> ASSIGNMENT
Check the listing that follows and work out how many lines include "output". The reply is that number alone.

#####

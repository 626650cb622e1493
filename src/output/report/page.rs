//! The report's page layout (maud template): sections, headings, tables and where each chart
//! goes. The charts themselves are drawn in [`super::svg`]; the styles are in
//! `report.css` next to this file.

use maud::{html, Markup, PreEscaped, DOCTYPE};

use super::charts::{metric_charts, qc_chart};
use super::data::{MapSegment, ReportData, TABLE_ROWS_MAX};
use super::{calendar, curves, interactive, map, svg};
use crate::output::table::{cell_text, Cell, Format, Table};

/// The stylesheet, inlined so the page needs no other file.
const STYLE: &str = include_str!("report.css");

/// The whole page.
pub(super) fn page(d: &ReportData) -> Markup {
    let sections = contents(d);
    html! {
        (DOCTYPE)
        html lang="en" {
            head {
                meta charset="utf-8";
                meta name="viewport" content="width=device-width, initial-scale=1";
                meta name="generator" content=(d.generated_by);
                title { (d.title) }
                style { (PreEscaped(STYLE)) }
            }
            body {
                header {
                    h1 { (d.title) }
                    p.meta { "Study year " (d.study_year) " · produced by " (d.generated_by) }
                }
                (caution(&d.caution))
                nav {
                    strong { "Contents" }
                    ol {
                        @for (id, heading) in &sections {
                            li { a href=(format!("#{id}")) { (heading) } }
                        }
                    }
                }
                @if !d.summary.is_empty() {
                    section id="facts" {
                        h2 { "Key facts" }
                        dl.facts {
                            @for (label, text) in &d.summary {
                                dt { (label) }
                                dd { (text) }
                            }
                        }
                    }
                }
                @if let Some(t) = &d.network_totals {
                    section id="totals" {
                        h2 { "Network totals" }
                        (table(t))
                    }
                }
                section id="map" {
                    h2 { "Network map" }
                    (map::network_map(&d.map, &d.markers))
                }
                @if !d.map.is_empty() {
                    section id="segments" {
                        h2 { "Segments" }
                        (segment_table(&d.map))
                    }
                }
                @if d.stations.is_some() || !d.ranked_hours.is_empty() || !d.hourly_profiles.is_empty() {
                    section id="counters" {
                        h2 { "Permanent counters" }
                        @if let Some(t) = &d.stations {
                            (table(t))
                        }
                        h3 { "Ranked-hour curves" }
                        p.note {
                            "Each line is one counter: its busiest two-way hours of the year, highest first, "
                            "as a share of its AADT. The 30th-highest hour gives K30; the full curves are in ranked_hours.csv."
                        }
                        (curves::ranked_hour_panels(&d.ranked_hours))
                        h3 { "Hourly profiles" }
                        p.note {
                            "Each thin line is one counter's mean working-day (Monday–Friday) profile; the bold line is "
                            "the group's mean. Saturday and Sunday profiles are in hourly_distribution.csv."
                        }
                        (curves::hourly_profile_panels(&d.hourly_profiles))
                    }
                }
                section id="factors" {
                    h2 { "Monthly and weekday factors" }
                    p.note {
                        "One panel per factor group, on a shared scale; the dashed line marks a "
                        "factor of 1. Factors are dimensionless."
                    }
                    h3 { "Monthly factors" }
                    (svg::factor_panels(&d.monthly_factors, "monthly factors"))
                    h3 { "Weekday factors" }
                    (svg::factor_panels(&d.weekday_factors, "weekday factors"))
                }
                @if let Some(t) = &d.calibration {
                    section id="calibration" {
                        h2 { "Short-count calibration" }
                        (results(t))
                    }
                }
                @if let Some(t) = &d.cross_validation {
                    section id="cross-validation" {
                        h2 { "Cross-validation" }
                        (results(t))
                    }
                }
                @if let Some(t) = &d.qc_summary {
                    section id="qc" {
                        h2 { "Quality control" }
                        (calendar::qc_calendar(&d.qc_calendar, d.study_year))
                        @if let Some((title, rows)) = qc_chart(t) {
                            (svg::qc_bars(&title, &rows))
                        }
                        (table(t))
                    }
                }
                @if !d.extra_tables.is_empty() {
                    section id="tables" {
                        h2 { "Further tables" }
                        @for t in &d.extra_tables {
                            (table(t))
                        }
                    }
                }
                section.method id="methods" {
                    h2 { "Methods" }
                    @for (heading, text) in &d.methods {
                        h3 { (heading) }
                        (paragraphs(text))
                    }
                    h3 { "Caution" }
                    (paragraphs(&d.caution))
                }
                footer {
                    "Produced by " (d.generated_by) " for study year " (d.study_year)
                    ". Every figure is an estimate; see the 95 % intervals and the caution above."
                }
                (interactive::scripts(&d.map, &d.markers))
            }
        }
    }
}

/// The sections present, as (anchor, heading), for the contents list.
fn contents(d: &ReportData) -> Vec<(&'static str, &'static str)> {
    let mut s = Vec::new();
    if !d.summary.is_empty() {
        s.push(("facts", "Key facts"));
    }
    if d.network_totals.is_some() {
        s.push(("totals", "Network totals"));
    }
    s.push(("map", "Network map"));
    if !d.map.is_empty() {
        s.push(("segments", "Segments"));
    }
    if d.stations.is_some() || !d.ranked_hours.is_empty() || !d.hourly_profiles.is_empty() {
        s.push(("counters", "Permanent counters"));
    }
    s.push(("factors", "Monthly and weekday factors"));
    if d.calibration.is_some() {
        s.push(("calibration", "Short-count calibration"));
    }
    if d.cross_validation.is_some() {
        s.push(("cross-validation", "Cross-validation"));
    }
    if d.qc_summary.is_some() {
        s.push(("qc", "Quality control"));
    }
    if !d.extra_tables.is_empty() {
        s.push(("tables", "Further tables"));
    }
    s.push(("methods", "Methods"));
    s
}

/// Text as paragraphs, split at blank lines.
fn paragraphs(text: &str) -> Markup {
    html! {
        @for para in text.split("\n\n").map(str::trim).filter(|p| !p.is_empty()) {
            p { (para) }
        }
    }
}

/// The caution box near the top of the page.
fn caution(text: &str) -> Markup {
    html! {
        @if !text.is_empty() {
            div.caution role="note" {
                strong { "Caution. " }
                (text)
            }
        }
    }
}

/// A result table (calibration, cross-validation): its bar charts, then the table.
fn results(t: &Table) -> Markup {
    html! {
        @for chart in metric_charts(t) {
            (svg::bar_chart(&chart.title, &chart.bars, &chart.unit, chart.reference))
        }
        (table(t))
    }
}

/// The segment table's columns: embedded-data key (for sorting), heading, unit, numeric.
const SEGMENT_COLUMNS: [(&str, &str, &str, bool); 11] = [
    ("segment_id", "Segment", "", false),
    ("route", "Route", "", false),
    ("class", "Class", "class, area", false),
    ("group", "Factor group", "", false),
    ("basis", "Basis", "", false),
    ("aadt", "AADT", "veh/day", true),
    ("aadt_lo95", "95 % interval", "veh/day", true),
    ("heavy_pct", "Heavy vehicles", "% of AADT", true),
    ("k_factor", "K", "factor", true),
    ("d_factor", "D", "factor", true),
    ("length_km", "Length", "km", true),
];

/// One segment's cells as the table shows them (the script writes the same text).
fn segment_cells(s: &MapSegment) -> [String; 11] {
    let or_dash = |t: &str| {
        if t.is_empty() {
            "–".to_string()
        } else {
            t.to_string()
        }
    };
    let fixed = |v: f64, d: usize| {
        if v.is_finite() {
            format!("{v:.d$}")
        } else {
            "–".to_string()
        }
    };
    let interval = if s.lo95.is_finite() && s.hi95.is_finite() {
        format!("{} – {}", svg::thousands(s.lo95), svg::thousands(s.hi95))
    } else {
        "–".to_string()
    };
    [
        s.id.clone(),
        or_dash(&s.route),
        or_dash(&s.class),
        or_dash(&s.group),
        s.basis.clone(),
        svg::thousands(s.aadt),
        interval,
        fixed(100.0 * s.heavy_share, 1),
        fixed(s.k_factor, 4),
        fixed(s.d_factor, 3),
        fixed(s.length_km, 3),
    ]
}

/// The per-segment table: the first [`TABLE_ROWS_MAX`] rows without scripts; with them, the
/// script pages, filters and sorts every segment from the embedded data.
fn segment_table(segs: &[MapSegment]) -> Markup {
    html! {
        div.table-tools.interactive hidden {
            label for="seg-filter" { "Filter " }
            input #seg-filter type="search" placeholder="segment id, route, class, group or basis" autocomplete="off";
            button #seg-prev type="button" { "← previous" }
            button #seg-next type="button" { "next →" }
            span #seg-status aria-live="polite" {}
            span.note { " Click a heading to sort, a row to show it on the map. K: design-hour share of AADT; D: the heavier direction's share of the design hour." }
        }
        div.table-wrap {
            table #seg-table .segments {
                caption { "AADT with its 95 % interval and the main figures per segment" }
                thead {
                    tr {
                        @for (key, name, unit, numeric) in SEGMENT_COLUMNS {
                            th.num[numeric] data-key=(key) {
                                (name)
                                @if !unit.is_empty() { span.unit { (unit) } }
                            }
                        }
                    }
                }
                tbody {
                    @for s in &segs[..segs.len().min(TABLE_ROWS_MAX)] {
                        tr {
                            @for (text, (_, _, _, numeric)) in segment_cells(s).iter().zip(SEGMENT_COLUMNS) {
                                td.num[numeric] { (text) }
                            }
                        }
                    }
                }
            }
        }
        @if segs.len() > TABLE_ROWS_MAX {
            p.note #seg-static-note {
                "Showing the first " (TABLE_ROWS_MAX) " of " (segs.len())
                " segments; the full table is in segment_statistics.csv."
            }
        }
    }
}

/// The unit shown under a column heading: shares are shown in percent.
fn shown_unit(format: Format, unit: &str) -> &str {
    if format == Format::Share {
        "%"
    } else {
        unit
    }
}

/// A cell as the report shows it: volumes with thousands separators, shares in percent.
fn shown_cell(cell: &Cell, format: Format) -> String {
    match (cell, format) {
        (Cell::Num(v), Format::Share) if v.is_finite() => format!("{:.1}", 100.0 * v),
        (Cell::Int(v), Format::Share) => format!("{:.1}", 100.0 * *v as f64),
        (Cell::Num(v), Format::Integer) if v.is_finite() => svg::thousands(*v),
        (Cell::Int(v), Format::Integer) => svg::thousands(*v as f64),
        (Cell::Num(v), _) if !v.is_finite() => String::new(),
        _ => cell_text(cell, format),
    }
}

/// A table with its title as caption, at most [`TABLE_ROWS_MAX`] rows.
fn table(t: &Table) -> Markup {
    let shown = &t.rows[..t.rows.len().min(TABLE_ROWS_MAX)];
    html! {
        div.table-wrap {
            table {
                caption { (t.title) }
                thead {
                    tr {
                        @for col in &t.columns {
                            @let unit = shown_unit(col.format, col.unit);
                            th.num[col.format != Format::Text] {
                                (col.name)
                                @if !unit.is_empty() { span.unit { (unit) } }
                            }
                        }
                    }
                }
                tbody {
                    @for row in shown {
                        tr {
                            @for (cell, col) in row.iter().zip(&t.columns) {
                                @let text = shown_cell(cell, col.format);
                                @let numeric = matches!(cell, Cell::Int(_) | Cell::Num(_));
                                @if text.is_empty() {
                                    td.empty { "–" }
                                } @else {
                                    td.num[numeric] { (text) }
                                }
                            }
                        }
                    }
                }
            }
        }
        @if t.rows.is_empty() {
            p.note { "No rows." }
        } @else if shown.len() < t.rows.len() {
            p.note {
                "Showing the first " (shown.len()) " of " (t.rows.len())
                " rows; the full table is in " (t.name) ".csv."
            }
        }
    }
}

#[cfg(test)]
mod tests {
    use super::*;

    #[test]
    fn cells_are_shown_with_units_in_mind() {
        assert_eq!(shown_cell(&Cell::Num(0.0834), Format::Share), "8.3");
        assert_eq!(shown_cell(&Cell::Num(12345.6), Format::Integer), "12,346");
        assert_eq!(shown_cell(&Cell::Num(0.0987), Format::Decimal(3)), "0.099");
        assert_eq!(shown_cell(&Cell::Empty, Format::Integer), "");
        assert_eq!(shown_unit(Format::Share, ""), "%");
        assert_eq!(shown_unit(Format::Integer, "veh/day"), "veh/day");
    }

    #[test]
    fn blank_lines_split_paragraphs() {
        let html = paragraphs("One.\n\nTwo <b>.\n\n\n").into_string();
        assert_eq!(html, "<p>One.</p><p>Two &lt;b&gt;.</p>");
    }
}
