//! Which columns of a result table become bar charts, and the quality-control chart rows:
//! from tables to chart data.

use super::data::{Bar, QcRow};
use super::svg;
use crate::output::table::{Cell, Format, Table};

/// Columns of result tables that are worth a bar chart, matched by name: error and coverage
/// measures.
fn is_metric(name: &str) -> bool {
    let n = name.to_ascii_lowercase();
    ["ape", "coverage", "bias", "rmse", "error"]
        .iter()
        .any(|k| n.split('_').any(|part| part.starts_with(k)))
}

/// Columns that name a category of a result table row (count length, class group ...).
fn is_category(table: &Table, ci: usize) -> bool {
    const NAMES: [&str; 10] = [
        "hours",
        "count_hours",
        "class_group",
        "estimator",
        "group",
        "method",
        "basis",
        "functional_class",
        "area",
        "model",
    ];
    let col = &table.columns[ci];
    !is_metric(&col.name) && (col.format == Format::Text || NAMES.contains(&col.name.as_str()))
}

/// A bar chart request: title, bars, unit and an optional reference line.
pub(super) struct MetricChart {
    pub(super) title: String,
    pub(super) bars: Vec<Bar>,
    pub(super) unit: String,
    pub(super) reference: Option<(f64, &'static str)>,
}

/// One bar chart per error or coverage column of a result table; none when the table has no
/// such column (the table is still shown).
pub(super) fn metric_charts(table: &Table) -> Vec<MetricChart> {
    let cats: Vec<usize> = (0..table.columns.len())
        .filter(|&ci| is_category(table, ci))
        .collect();
    let label = |row: &[Cell]| -> String {
        let parts: Vec<String> = cats
            .iter()
            .filter_map(|&ci| {
                let col = &table.columns[ci];
                let text = match &row[ci] {
                    Cell::Empty => return None,
                    Cell::Text(s) => s.clone(),
                    Cell::Int(v) => v.to_string(),
                    Cell::Num(v) => format!("{v}"),
                };
                Some(if col.unit.is_empty() {
                    text
                } else {
                    format!("{text} {}", col.unit)
                })
            })
            .collect();
        parts.join(" · ")
    };
    let mut charts = Vec::new();
    for (ci, col) in table.columns.iter().enumerate() {
        if col.format == Format::Text || !is_metric(&col.name) {
            continue;
        }
        let share = col.format == Format::Share;
        let bars: Vec<Bar> = table
            .rows
            .iter()
            .enumerate()
            .filter_map(|(ri, row)| {
                let v = match row[ci] {
                    Cell::Int(v) => v as f64,
                    Cell::Num(v) if v.is_finite() => v,
                    _ => return None,
                };
                let mut l = label(row);
                if l.is_empty() {
                    l = format!("row {}", ri + 1);
                }
                Some(Bar {
                    label: l,
                    value: if share { 100.0 * v } else { v },
                })
            })
            .collect();
        if bars.is_empty() {
            continue;
        }
        let unit = if share || col.name.ends_with("_pct") {
            "%".to_string()
        } else {
            col.unit.to_string()
        };
        let reference = if col.name.to_ascii_lowercase().contains("coverage") {
            let max = bars.iter().map(|b| b.value).fold(0.0, f64::max);
            if unit == "%" || max > 1.5 {
                Some((95.0, "nominal 95 %"))
            } else {
                Some((0.95, "nominal 0.95"))
            }
        } else {
            None
        };
        charts.push(MetricChart {
            title: format!("{} by {}", col.name, category_names(table, &cats)),
            bars,
            unit,
            reference,
        });
    }
    charts
}

fn category_names(table: &Table, cats: &[usize]) -> String {
    if cats.is_empty() {
        "row".to_string()
    } else {
        cats.iter()
            .map(|&ci| table.columns[ci].name.as_str())
            .collect::<Vec<_>>()
            .join(" and ")
    }
}

/// The QC chart: a title and one stacked bar per table row, or, when the table has more rows
/// than a chart can show and a `rule` column, one bar per rule summed over stations (summing
/// over rules instead would count a station's accepted days once per rule).
pub(super) fn qc_chart(table: &Table) -> Option<(String, Vec<QcRow>)> {
    let rows = qc_rows(table)?;
    let title = "Station-days accepted, flagged and rejected".to_string();
    match table.column("rule") {
        Some(rule) if rows.len() > svg::BARS_MAX => {
            let mut by_rule: std::collections::BTreeMap<String, [f64; 3]> = Default::default();
            for (row, (_, v)) in table.rows.iter().zip(&rows) {
                let name = match &row[rule] {
                    Cell::Text(s) => s.clone(),
                    Cell::Empty => String::new(),
                    other => crate::output::table::cell_text(other, Format::Text),
                };
                let sum = by_rule.entry(name).or_insert([0.0; 3]);
                for k in 0..3 {
                    if v[k].is_finite() {
                        sum[k] += v[k];
                    }
                }
            }
            Some((
                format!("{title} per rule, all stations"),
                by_rule.into_iter().collect(),
            ))
        }
        _ => Some((title, rows)),
    }
}

/// Rows of a QC summary as (label, [accepted, flagged, rejected]) when the table has those
/// three columns (names starting with the words); `None` otherwise.
pub(super) fn qc_rows(table: &Table) -> Option<Vec<QcRow>> {
    let find = |word: &str| {
        table
            .columns
            .iter()
            .position(|c| c.format != Format::Text && c.name.to_ascii_lowercase().starts_with(word))
    };
    let idx = [find("accepted")?, find("flagged")?, find("rejected")?];
    let labels: Vec<usize> = (0..table.columns.len())
        .filter(|&ci| table.columns[ci].format == Format::Text)
        .collect();
    let num = |c: &Cell| match c {
        Cell::Int(v) => *v as f64,
        Cell::Num(v) => *v,
        _ => f64::NAN,
    };
    Some(
        table
            .rows
            .iter()
            .map(|row| {
                let label = labels
                    .iter()
                    .filter_map(|&ci| match &row[ci] {
                        Cell::Text(s) if !s.is_empty() => Some(s.as_str()),
                        _ => None,
                    })
                    .collect::<Vec<_>>()
                    .join(" · ");
                (label, idx.map(|ci| num(&row[ci])))
            })
            .collect(),
    )
}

#####

> SOLUTION
4